Le fait est que les marchés restent très volatils alors que l’Occident est à l’aube d’une contraction récessive qui, selon le FMI, est susceptible de causer des dommages fondamentaux à l’économie mondiale. C’est-à-dire que l’économie américaine se trouve à un moment extrêmement délicat – au bord d’un abîme financier possible.

Ne serait-il pas suffisant pour Biden de dire explicitement que les sanctions contre la Russie ont peu de chances d’être levées, que les perturbations de l’approvisionnement se poursuivront et que l’inflation et les taux d’intérêt augmenteront pour pousser les marchés « au bord du gouffre » ?
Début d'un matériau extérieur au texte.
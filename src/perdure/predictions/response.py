"""Responses of parts under a duty: what a limit looks at, and curves over time."""

from __future__ import annotations

from dataclasses import dataclass

import numpy as np
from numpy.typing import NDArray

from perdure.predictions.draws import PosteriorDraws, Subject
from perdure.rheology.history import History
from perdure.study.duty import Duty, Limit

Array = NDArray[np.float64]

CURVE_POINTS = 160
INTERVAL_POINTS = 32
COVERAGES = (0.5, 0.9)
# curves begin this fraction of the duty's first knot after the start, where a log axis can show them
FIRST_POINT = 0.1


def sign_of(duty: Duty) -> float:
    """−1 where a duty's stresses are shown as magnitudes of compression, else 1."""
    return -1.0 if duty.sense == "compression" else 1.0


def curve_times(duty: Duty) -> Array:
    """Times in s at which bands are given: log-spaced over the duty, with its knots."""
    knots = duty.history.time[1:]
    grid = np.geomspace(FIRST_POINT * knots[0], duty.history.duration, CURVE_POINTS)
    # knots of a long measured history would crowd the table: the grid alone follows it then
    return np.union1d(grid, knots) if knots.size <= CURVE_POINTS else grid


@dataclass(frozen=True, slots=True, eq=False)
class Band:
    """Quantiles of the response over time.

    Attributes:
        subject: level and name. kind: "credible" (of a curve that is one for each draw) or "prediction" (of a new part).
        time: s, (T,). strain: (T,). median: (T,). low, high: by coverage in ``COVERAGES``, (2, T); MPa.
    """

    subject: Subject
    kind: str
    time: Array
    strain: Array
    median: Array
    low: Array
    high: Array


def band(posterior: PosteriorDraws, duty: Duty, subject: Subject, seed: int) -> Band:
    """Band of one subject under a duty; a new part is drawn afresh in each posterior draw."""
    time = curve_times(duty)
    history = duty.history.with_knots(time)
    rng = np.random.default_rng(seed)
    offsets = posterior.centre(subject) + posterior.spread(subject) * rng.standard_normal(posterior.batch_sd.shape)
    stress = posterior.law.simulate(posterior.natural(offsets), history)
    chosen = sign_of(duty) * stress[:, np.searchsorted(history.time, time)]
    edges = [0.5] + [0.5 * (1.0 - c) for c in COVERAGES] + [0.5 * (1.0 + c) for c in COVERAGES]
    quantiles = np.quantile(chosen, edges, axis=0)
    return Band(
        subject,
        "prediction" if subject.spreads else "credible",
        time,
        duty.history.at(time),
        quantiles[0],
        quantiles[1 : 1 + len(COVERAGES)],
        quantiles[1 + len(COVERAGES) :],
    )


def _looked_at(duty: Duty, limit: Limit) -> tuple[History, NDArray[np.intp], int | None]:
    """The history with the knots that a limit looks at, their indices, and that of the reference time."""
    if limit.end > limit.start:
        first = max(limit.start, FIRST_POINT * float(duty.history.time[1]))
        inside = duty.history.time[(duty.history.time >= limit.start) & (duty.history.time <= limit.end)]
        times = np.union1d(np.geomspace(first, limit.end, INTERVAL_POINTS), inside[inside > 0])
    else:
        times = np.array([limit.start])
    extra = times if limit.reference is None else np.append(times, limit.reference)
    history = duty.history.with_knots(extra)
    history = History(history.time[history.time <= extra.max()], history.value[history.time <= extra.max()])
    reference = None if limit.reference is None else int(np.searchsorted(history.time, limit.reference))
    return history, np.searchsorted(history.time, times), reference


def limited_response(posterior: PosteriorDraws, duty: Duty, limit: Limit, subject: Subject, scores: Array) -> Array:
    """What the limit looks at, for each draw and part, (D, parts): the worst moment of its interval.

    In MPa for "stress", a ratio for "retained"; magnitudes in a compression duty. Only parts of a level that spreads
    differ: other levels have one column.
    """
    history, indices, reference = _looked_at(duty, limit)
    rows = scores if subject.spreads else np.zeros((1, posterior.batch_sd.shape[1]))
    out = np.empty((posterior.count, rows.shape[0]))
    for part, natural in enumerate(posterior.parts(subject, rows)):
        stress = posterior.law.simulate(natural, history)
        response = sign_of(duty) * stress[:, indices] if reference is None else stress[:, indices] / stress[:, [reference]]
        out[:, part] = response.min(axis=1) if limit.kind == "at least" else response.max(axis=1)
    return out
Ce sont des inconnues. Mais la peur touche à la « survie » des États-Unis, c’est-à-dire à la survie de l’hégémonie du dollar. Tout comme la guerre de la Grande-Bretagne contre l’Allemagne n’a pas justifié ou restauré le système colonial (bien au contraire), la guerre de l’équipe Biden en Russie n’a pas confirmé le soutien à l’ordre mondial dirigé par les États-Unis. Au contraire, il a déclenché une vague de défiance contre l’ordre mondial.

Le changement d’humeur dans le monde risque de déclencher une spirale du diable : « L’assouplissement du système pétrodollar pourrait porter un coup significatif au marché obligataire des bons du Trésor américain. Une baisse de la demande de dollars sur la scène internationale entraîne automatiquement une dépréciation de la monnaie et, de facto, une baisse de la demande de bons du Trésor en provenance de Washington. Et cela, à son tour, conduira – mécaniquement – à une hausse des taux d’intérêt.

Dans des eaux aussi troubles, l’équipe Biden ne devrait-elle pas s’assurer que le public occidental ne soit pas au courant de l’incertitude en poursuivant le récit « l’Ukraine gagne »? L’un des principaux objectifs a toujours été de freiner l’inflation et les anticipations de taux d’intérêt en maintenant les espoirs d’effondrement de Moscou. Un effondrement qui ramènerait la sphère occidentale à la « normale » avec une énergie russe abondante et bon marché et des matières premières bon marché et abondantes.

Les États-Unis ont un contrôle extraordinaire sur les médias et les plateformes sociales occidentaux. Se pourrait-il que le personnel de la Maison Blanche espère garder le doigt sur la digue pour contenir la marée, en espérant que l’inflation s’affaiblira (par un deus ex machina indéfini) – et que l’Amérique sera épargnée par l’avertissement de Jamie Dimon à New York en juin dernier lorsqu’il a changé sa description des perspectives économiques de tempête à ouragan?

Cependant, essayer d’atteindre ces deux objectifs – une Russie affaiblie et le maintien de l’hégémonie mondiale du dollar – pourrait ne pas être possible. Il y a un danger que ni l’un ni l’autre ne soient atteints – comme la Grande-Bretagne l’a découvert après la Seconde Guerre mondiale. Au lieu de cela, la Grande-Bretagne se considérait comme un « échec ».